Stored data:
import { existsSync, mkdirSync, readFileSync } from 'node:fs';
import { createRequire } from 'node:module';
import { join } from 'node:path';
import { chromium, type Browser, type BrowserContext, type Page } from 'playwright-core';
import { describe, expect } from 'vitest';

const require = createRequire(import.meta.url);
export const CHROMIUM = process.env.CHROMIUM_PATH ?? '/usr/bin/chromium';
export const hasChromium = existsSync(CHROMIUM);

if (!hasChromium) {
  const message = `\n\n  !!! Browser tests need Debian's Chromium at ${CHROMIUM} (apt-get install -y chromium). ${process.env.CI ? 'CI is set, so they FAIL.' : 'They are SKIPPED on this machine.'} !!!\n\n`;
  console.warn(message);
  if (process.env.CI) throw new Error(message);
}

/** A describe block that runs only where Debian's Chromium exists (and fails under CI without it). */
export const describeInBrowser: typeof describe = describe.skipIf(!hasChromium) as typeof describe;

/**
 * Chromium's own address-bar pop-ups, which this Chromium builds as hidden web pages with every
 * new tab even when headless. A trace of three new tabs had them take 3.0 s of renderer time
 * (1,146 requests for the browser's own chrome:// files) beside the pages under test, on a
 * machine of two cores; no test looks at the address bar, and a phone has no such pages.
 */
const BROWSER_OWN_PAGES_OFF = '--disable-features=WebUIOmniboxPopup,WebUIOmniboxAimPopup';

export async function launchBrowser(): Promise<Browser> {
  // playwright-core starts every browser with a fresh temporary profile (user-data dir) of its own.
  return chromium.launch({
    executablePath: CHROMIUM,
    headless: true,
    args: ['--headless', '--no-sandbox', '--disable-gpu', '--disable-background-networking', '--disable-component-update', '--disable-sync', '--no-first-run', '--disable-quic', BROWSER_OWN_PAGES_OFF],
  });
}

export const PHONE = { viewport: { width: 390, height: 844 }, deviceScaleFactor: 2, isMobile: true, hasTouch: true };
export const DESK = { viewport: { width: 1366, height: 900 } };

/** Signs in through the real pages: the app sends the browser to the identity provider's form. */
export async function signInThroughPage(page: Page, baseUrl: string, email: string, path = '/'): Promise<void> {
  await page.goto(new URL(path, baseUrl).href);
  await page.getByLabel('Email').fill(email);
  await page.getByLabel('Password').fill('demo');
  await page.getByRole('button', { name: 'Sign in' }).click();
  await page.waitForURL((url) => !url.pathname.startsWith('/idp') && !url.pathname.startsWith('/auth'));
  await page.locator('h1').first().waitFor();
}

export async function newSignedInPage(browser: Browser, baseUrl: string, email: string, opts: { path?: string; device?: typeof PHONE | typeof DESK } = {}): Promise<{ context: BrowserContext; page: Page }> {
  const context = await browser.newContext({ ...(opts.device ?? DESK), baseURL: baseUrl });
  const page = await context.newPage();
  await signInThroughPage(page, baseUrl, email, opts.path ?? '/');
  return { context, page };
}

const axeSource = readFileSync(require.resolve('axe-core/axe.min.js'), 'utf8');

/** axe-core in the page (evaluated through the browser's protocol, so our strict CSP still holds). */
export async function expectAccessible(page: Page, what: string): Promise<void> {
  // A dialog still fading in has its text blended with the page behind it, which axe measures as
  // too little contrast; let every animation and transition that ends run to its end first.
  await page.evaluate(() =>
    Promise.all(document.getAnimations()
      .filter((a) => a.effect?.getComputedTiming().endTime !== Infinity)
      .map((a) => a.finished.catch(() => undefined))),
  );
  await page.evaluate(axeSource);
  const violations = await page.evaluate(async () => {
    const axe = (window as unknown as { axe: { run(ctx: Document, opts: unknown): Promise<{ violations: Array<{ id: string; impact: string; help: string; nodes: Array<{ target: string[] }> }> }> } }).axe;
    const result = await axe.run(document, { resultTypes: ['violations'] });
    return result.violations.map((v) => ({ id: v.id, impact: v.impact, help: v.help, targets: v.nodes.slice(0, 3).map((n) => n.target.join(' ')) }));
  });
  const serious = violations.filter((v) => v.impact === 'serious' || v.impact === 'critical');
  expect(serious, `${what}: ${JSON.stringify(serious, null, 2)}`).toEqual([]);
}

const shotsDir = join('tests', 'e2e', 'screenshots');
export async function screenshot(page: Page, name: string): Promise<string> {
  mkdirSync(shotsDir, { recursive: true });
  const path = join(shotsDir, `${name}.png`);
  await page.screenshot({ path, fullPage: true });
  return path;
}

/** Console errors and CSP refusals a page produced; a test asserts there were none. */
export function collectPageErrors(page: Page): string[] {
  const errors: string[] = [];
  page.on('console', (msg) => {
    if (msg.type() === 'error') errors.push(msg.text());
  });
  page.on('pageerror', (err) => errors.push(err.message));
  return errors;
}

● **Work request**
Filter the records above for lines containing the word "still", and copy those lines.

● **Your solution**
/** axe-core in the page (evaluated through the browser's protocol, so our strict CSP still holds). */
  // A dialog still fading in has its text blended with the page behind it, which axe measures as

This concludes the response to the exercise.